# Can you Over-Smoke??????



## jaybird28 (Dec 14, 2013)

I'm new to smoking and just bought a 30" Masterbuilt powered by propane. I'm having pretty good luck so far, but please answer this thought. I'm under the assumption that I need to add chips every 30 minutes for the entire cook. Be it salmon, brisket, ribs, etc . Is that correct or is it just the first hour or so that I need to refill chips???


----------



## geerock (Dec 14, 2013)

Kinda depends on what you are smoking and what type of wood you are smoking with.  And its gonna take some time for you to get used to your smoker and how much smoke you like.  And you certainly can oversmoke.  Bitter flavor, burning in the throat..... things like that are the result of oversmoking.  Things like brisket and pork shoulder can take a lot of smoke, but after the meat temp hits about 150 and after about 4 hrs the amount of smoke absorbed is greatly reduced.   Fish and poultry you should go to milder woods and shorter smoke time, but again its to your taste. A word of advice for the masterbuilt.....consider a separate smoke generator like the AMAZN pellet or dust tray so you don't gave to keep reloading that chip loader.  All the best to you.


----------



## kc5tpy (Dec 14, 2013)

Hello jay and Welcome to our addiction.  *A word of warning*: There is no 12 step program for this one!  Many good folk here with a load of experience that they are more than willing to share.  If you have specific questions just start a thread and someone with experience will be along soon to offer advice.  All info you can provide us with such as smoker type, location and so on will help us answer any questions you may have.  Spend some time doing some research on the forums, tons of advice and recipes already available there.  The amount of smoke depends on your taste and the food being smoked.  Brisket can handle a lot of smoke from say hickory or mesquite but salmon should be a lighter wood flavour such as alder, apple, or even a  *LITTLE*  oak added in.  We look forward to your contributions.  Have fun.  Good luck.  Keep Smokin!

Danny


----------



## jaybird28 (Dec 14, 2013)

Thanks for the input. My question is aimed more a--- is there a time in whatever your smoking that adding chips wont affect the end flavor. Example. I read one forum that the first hour is when the smoke makes its biggest contribution to the end flavor. I did a 6 hour brisket and added new chips every 1/2 hour. I'm wondering if that's a waste of chips????


----------



## Bearcarver (Dec 14, 2013)

Hi Jay!!

You already have good info from the first two replies. I will only add:

In my opinion, you can't over smoke by smoking with light smoke for a lot of hours, but you can over smoke in a very short time with heavy smoke. If your smoke is thick white or yellow, and it's hard to see the meat, it's too heavy. Nice light smoke that you can barely see, whether blue or white is just right. Halfway between light & heavy is good too, but never Heavy.

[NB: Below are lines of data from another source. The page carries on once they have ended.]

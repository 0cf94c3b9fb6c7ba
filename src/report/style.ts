/**
 * The look of the report and the static plots: the trace palette, the colours with a meaning of
 * their own, and the stylesheet of the HTML report (screen and print), as text to put inline. Our
 * own look: an ink header band, white cards on a pale stone page, a teal accent, green/red only for
 * pass and fail.
 *
 * @module
 */

/**
 * Trace colours, in the order entries are assigned them. Our own palette, found by a search over
 * sRGB for the largest smallest CIEDE2000 difference between any two of its colours, and between
 * each of them and the fail red, the limit ink, the accent and the white page, seen with normal
 * vision and with simulated deuteranopia and protanopia (the colour-vision matrices of G. M.
 * Machado, M. M. Oliveira and L. A. F. Fernandes, "A physiologically-based model for simulation of
 * color vision deficiency", IEEE TVCG 15(6), 2009, severity 1, applied in linear RGB). The search
 * also kept every colour visibly away (about 6 CIEDE2000 units or more) from the default colours of
 * the widely used plotting libraries, and the order is ours: it does not open with the blue and
 * orange pair those libraries share. Every colour has a lightness L* between 27 and 69 (readable as
 * a line on white) and a chroma of at least 32 (no greys, which read as grid or limit lines). The
 * first colours are the most different from one another, so that the two to four traces of a
 * two-port (S11, S21, S12, S22) differ the most.
 *
 * - `#6c52f1` iris: a violet-blue, the first trace (usually S11).
 * - `#2bbf77` mint: a light green, far from the iris in all three visions (light against middle,
 *   green against violet; dichromats keep the blue–yellow axis that separates them).
 * - `#841126` oxblood: a dark red, much darker than the fail red (L* 28 against 50), a difference
 *   of lightness that no colour-vision deficiency removes.
 * - `#159ca0` lagoon: a middle cyan-teal, lighter than the accent teal of the page.
 * - `#ff6e1a` flame: a light warm orange.
 * - `#208a68` pine: a middle green, darker than the mint.
 * - `#1131ad` ultramarine: a dark blue, darker than the iris.
 * - `#45a3fb` sky: a light blue, lighter than the iris.
 *
 * test/hardening-report-palette.test.ts checks that every pair (and every colour against the fail,
 * limit, accent and page colours) stays at least 15 CIEDE2000 units apart in all three visions, with
 * the CIEDE2000 formula verified on published test pairs of Sharma, Wu and Dalal (2005). Tritanopia,
 * which is rare, is not covered: lagoon and pine come within about 8 units there.
 */
export const PALETTE: readonly string[] = ['#6c52f1', '#2bbf77', '#841126', '#159ca0', '#ff6e1a', '#208a68', '#1131ad', '#45a3fb'];

/**
 * Dashes of the entries when several inputs share a plot (an overlay or a family), as SVG dash
 * arrays in pixels: there the colour tells the input and the dash the entry (the first entry
 * solid). Our own set: each differs from the others in its rhythm, and none is the spec limit's
 * even `6 3`.
 */
export const DASHES: readonly string[] = ['', '9 4', '2 3', '12 3 2 3', '5 5', '16 4 4 4'];

/** Colours with a meaning of their own. */
export const COLORS = {
  ink: '#1b2330',
  muted: '#5f6b7a',
  grid: '#e3e7ec',
  gridStrong: '#c9d0d8',
  pass: '#1f7a4a',
  fail: '#cf3a2f',
  failShade: 'rgba(207, 58, 47, 0.13)',
  limit: '#2b3340',
  accent: '#0d6e74',
  admittance: '#c08a2b',
} as const;

export const REPORT_CSS = `
:root {
  --ink: ${COLORS.ink};
  --muted: ${COLORS.muted};
  --line: #dde2e7;
  --page: #f3f4f1;
  --card: #ffffff;
  --accent: ${COLORS.accent};
  --pass: ${COLORS.pass};
  --fail: ${COLORS.fail};
  --fail-shade: ${COLORS.failShade};
  --mono: ui-monospace, "DejaVu Sans Mono", "Liberation Mono", Menlo, Consolas, monospace;
  --sans: system-ui, "Segoe UI", "DejaVu Sans", "Liberation Sans", sans-serif;
}
* { box-sizing: border-box; }
html { background: var(--page); }
body { margin: 0; color: var(--ink); font: 14px/1.45 var(--sans); }
.sbx-head { background: var(--ink); color: #f5f7f9; padding: 18px 28px 16px; display: flex; flex-wrap: wrap; align-items: flex-end; gap: 6px 24px; }
.sbx-head .sbx-titles { flex: 1 1 420px; min-width: 0; }
.sbx-kicker { font-size: 11px; letter-spacing: .14em; text-transform: uppercase; color: #9fd3d6; margin: 0 0 4px; }
.sbx-head h1 { margin: 0; font-size: 22px; font-weight: 650; line-height: 1.25; }
.sbx-source { margin-top: 6px; font-size: 12.5px; color: #c4ccd5; overflow-wrap: anywhere; }
.sbx-source code { font-family: var(--mono); color: #ffffff; }
.verdict { font-size: 13px; font-weight: 600; padding: 6px 14px; border-radius: 999px; border: 1.5px solid currentColor; white-space: nowrap; }
.verdict[data-status="pass"] { color: #7ee2a8; }
.verdict[data-status="fail"] { color: #ff9a8f; }
.verdict[data-status="none"] { color: #c4ccd5; }
main { padding: 20px 28px 28px; max-width: 1320px; margin: 0 auto; }
section { margin: 0 0 22px; }
h2 { font-size: 12px; font-weight: 700; letter-spacing: .12em; text-transform: uppercase; color: var(--accent); margin: 0 0 10px; padding-bottom: 5px; border-bottom: 1px solid var(--line); }
.cards { display: grid; grid-template-columns: repeat(auto-fit, minmax(250px, 1fr)); gap: 14px; }
.card, figure.plot-card, figure.smith-card { background: var(--card); border: 1px solid var(--line); border-radius: 8px; padding: 14px 16px; margin: 0; }
.card h3, figure figcaption { font-size: 13px; font-weight: 650; margin: 0 0 8px; color: var(--ink); }
figure figcaption .sub { font-weight: 400; color: var(--muted); margin-left: 6px; }
dl.facts { display: grid; grid-template-columns: auto 1fr; gap: 3px 14px; margin: 0; font-size: 13px; }
dl.facts dt { color: var(--muted); }
dl.facts dd { margin: 0; font-variant-numeric: tabular-nums; }
table { border-collapse: collapse; width: 100%; font-size: 13px; font-variant-numeric: tabular-nums; }
th { text-align: left; font-weight: 600; color: var(--muted); font-size: 11.5px; letter-spacing: .03em; border-bottom: 1.5px solid var(--line); padding: 5px 8px; }
td { padding: 5px 8px; border-bottom: 1px solid #edf0f2; vertical-align: top; }
td.num, th.num { text-align: right; white-space: nowrap; }
.table-wrap { background: var(--card); border: 1px solid var(--line); border-radius: 8px; overflow-x: auto; }
.table-wrap table th:first-child, .table-wrap table td:first-child { padding-left: 14px; }
tr.spec-row[data-status="fail"] td { background: #fff5f3; }
tr.spec-row[data-status="fail"] td:first-child { box-shadow: inset 3px 0 0 var(--fail); }
tr.spec-row[data-status="pass"] td:first-child { box-shadow: inset 3px 0 0 var(--pass); }
.chip { display: inline-block; min-width: 44px; text-align: center; font-size: 11px; font-weight: 700; letter-spacing: .06em; padding: 1px 8px; border-radius: 4px; color: #fff; }
.chip.pass { background: var(--pass); }
.chip.fail { background: var(--fail); }
.spec-name { font-family: var(--mono); font-size: 12.5px; }
.req { color: var(--ink); }
.muted { color: var(--muted); }
.toolbar { display: flex; flex-wrap: wrap; align-items: center; gap: 8px 18px; margin: 0 0 10px; font-size: 12.5px; color: var(--muted); }
.toolbar label { display: inline-flex; align-items: center; gap: 6px; cursor: pointer; color: var(--ink); }
.toolbar button, .smith-controls button { font: inherit; font-size: 12.5px; border: 1px solid var(--line); background: #fff; color: var(--ink); border-radius: 6px; padding: 3px 10px; cursor: pointer; }
.toolbar button:hover, .smith-controls button:hover { border-color: var(--accent); }
.readout { position: sticky; top: 0; z-index: 5; background: #ffffffee; border: 1px solid var(--line); border-left: 4px solid var(--accent); border-radius: 8px; padding: 8px 12px; margin: 0 0 14px; font-size: 12.5px; min-height: 38px; display: flex; flex-wrap: wrap; gap: 4px 16px; align-items: baseline; font-variant-numeric: tabular-nums; }
.readout .ro-f { font-weight: 700; color: var(--accent); min-width: 96px; }
.readout .ro-item { white-space: nowrap; }
.readout .ro-name { font-weight: 650; color: var(--c); }
.readout .ro-v { margin-left: 2px; }
.readout .ro-hint { color: var(--muted); }
.charts { display: grid; grid-template-columns: minmax(320px, 460px) minmax(0, 1fr); gap: 14px; margin-top: 14px; }
.stack { display: grid; gap: 14px; min-width: 0; }
.plot { min-width: 0; overflow: hidden; }
figure.smith-card svg { display: block; width: 100%; height: auto; }
.smith-controls { display: flex; flex-wrap: wrap; gap: 6px 8px; align-items: center; margin-top: 8px; font-size: 12.5px; }
.smith-controls button[aria-pressed] { display: inline-flex; align-items: center; gap: 6px; }
.smith-controls button[aria-pressed] i { width: 14px; height: 3px; border-radius: 2px; background: var(--c); display: inline-block; }
.smith-controls button[aria-pressed="false"] { opacity: .45; text-decoration: line-through; }
.smith-controls label { display: inline-flex; align-items: center; gap: 6px; margin-left: auto; cursor: pointer; }
.smith-readout { margin-top: 8px; font-size: 12px; color: var(--ink); min-height: 18px; font-variant-numeric: tabular-nums; }
.smith-note { margin-top: 4px; font-size: 11.5px; color: var(--muted); }
.smith-dots circle { fill: #fff; stroke-width: 2.2; pointer-events: none; }
.smith-dots circle.smith-marker { fill: ${COLORS.accent}; stroke: #fff !important; stroke-width: 1.5; }
.smith-dots circle.smith-hot { stroke-width: 2.6; }
.fail-region { position: absolute; top: 0; bottom: 0; background: var(--fail-shade); border-left: 1px solid ${COLORS.fail}55; border-right: 1px solid ${COLORS.fail}55; pointer-events: none; }
.uplot { font-family: var(--sans); }
.u-legend { font-size: 12px; margin-top: 2px; }
.u-legend .u-series { cursor: pointer; }
.u-legend .u-series.u-off > * { opacity: .4; }
.u-legend .u-series > * { padding: 2px 4px; }
.u-legend .u-marker { border-radius: 2px; }
.u-legend .u-series:first-child .u-label { color: var(--muted); }
.u-select { background: rgba(13, 110, 116, 0.10); }
.freq-table td.num { font-family: var(--mono); font-size: 12px; }
.freq-table td.freq, .freq-table th.freq { text-align: left; white-space: nowrap; width: 1%; padding-right: 28px; }
.freq-table td.freq { font-family: var(--sans); font-size: 13px; }
.freq-table th.entry { text-align: center; border-bottom: none; color: var(--ink); }
.freq-table .swatch { display: inline-block; width: 10px; height: 3px; border-radius: 2px; margin-right: 6px; vertical-align: middle; }
footer { color: var(--muted); font-size: 11.5px; padding: 0 28px 24px; max-width: 1320px; margin: 0 auto; }
noscript p { background: #fff5f3; border: 1px solid var(--fail); border-radius: 6px; padding: 8px 12px; }
@media (max-width: 900px) {
  .charts { grid-template-columns: minmax(0, 1fr); }
  main, .sbx-head { padding-left: 14px; padding-right: 14px; }
}
@media print {
  @page { size: A4; margin: 14mm 12mm; }
  html, body { background: #fff; }
  body { font-size: 10pt; }
  * { -webkit-print-color-adjust: exact; print-color-adjust: exact; }
  .sbx-head { background: #fff; color: var(--ink); border-bottom: 2px solid var(--ink); padding: 0 0 8px; }
  .sbx-kicker { color: var(--accent); }
  .sbx-source, .sbx-source code { color: var(--ink); }
  .verdict[data-status="pass"] { color: var(--pass); }
  .verdict[data-status="fail"] { color: var(--fail); }
  main { padding: 12px 0 0; max-width: none; }
  footer { padding: 0; }
  .toolbar, .readout, .smith-controls, .smith-readout, .smith-dots, .u-cursor-x, .u-cursor-y, .u-cursor-pt, .u-select, .u-legend .u-value { display: none !important; }
  .cards { grid-template-columns: repeat(3, minmax(0, 1fr)); gap: 8px; }
  .card { padding: 8px 10px; }
  table { font-size: 8.5pt; }
  th { font-size: 7.5pt; padding: 3px 5px; }
  td { padding: 3px 5px; }
  .spec-table .req { width: 34%; }
  .spec-name { font-size: 8pt; }
  .charts { display: block; }
  .stack { display: block; }
  figure.plot-card, figure.smith-card, .card { break-inside: avoid; page-break-inside: avoid; margin: 0 0 10px; border-color: #c9d0d8; }
  figure.smith-card svg { max-width: 120mm; margin: 0 auto; }
  section.response { break-before: page; page-break-before: always; }
  section.values { break-before: page; page-break-before: always; }
  .table-wrap { overflow: visible; border: none; }
  thead { display: table-header-group; }
  tr { break-inside: avoid; page-break-inside: avoid; }
  h2 { break-after: avoid; page-break-after: avoid; }
}
`;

I smoke everything the whole time I have it in the smoker, except when it's covered in foil, but I use light smoke.

Bear


----------



## mr t 59874 (Dec 14, 2013)

jaybird28, welcome to the forum.

 The following should answer your questions.  Understanding Smoke Management - updated 5/18/13

Tom


----------



## kc5tpy (Dec 14, 2013)

Hello Jay.  There is a debate whether the meat takes on smoke after reaching a certain IT.  I continue to smoke and add wood,chips etc. until I pull the meat from the smoker.  Hope this helps.  Keep Smokin!

Danny


----------



## kc5tpy (Dec 14, 2013)

Hello Jay. I just had another look at your thread.   *WOW*!!!  You got some really BIG DOGS offering advice.  Gee,Bear and Mr.T.  These guys know their stuff!!  Follow that advice and you just can't go wrong.  Good luck.

Danny


----------



## scooper (Dec 14, 2013)

Jay,

I also use the Masterbuilt propane.  Might I suggest switching to chunks instead of chips?  They last a heck of a lot longer.

In fact, lately I have been leaving the ashes in from previous smokes.  It acts as a good barrier between the hot wood pan and the wood chunk.  I can get 3 hours out of 2 chunks of wood added at the same time.  (I use 2 woods for most smokes.) 

To add to Bearcarver's post about heavy white smoke, I have found with the Masterbuilt that it is much better to warm it up without wood.  Once it is up to temp and your food is ready, put the food in before you add wood.  Let it get back up to the temp you want, adjust the burner down to maintain 225 - 250, then add the wood.  Between the ash build up and that method, I have not had any flare-ups or billowing smoke at all.  Just perfect TBS. (thin blue smoke)


----------



## jaybird28 (Dec 14, 2013)

I actually tried to put my chips in a brand new cask iron pan that I set on top of the chip holder in my Masterbuilt but it never got hot enough to smoke the chips. Should I have treated the 8" skillet???


----------



## scooper (Dec 14, 2013)

I replied to your PM, but here it is so others can read it, too:

The only mod that has to be done before you use it is on the wood pan.  It comes with 3 holes stamped out in the bottom with a flap of metal raised up over the hole.  That lets too much heat through and burns up the wood too fast.  Just take a hammer and pound the flaps down over the holes.  After that you need to bend the 3 feet down a bit to raise the pan up off of the flame guard that it now sits flush on top of, to allow air flow between the flame and wood pan.  It sounds like a pain, but it is simple as heck.  There may be a post about it around here.


----------



## oldschoolbbq (Dec 16, 2013)

In MHO , NO


----------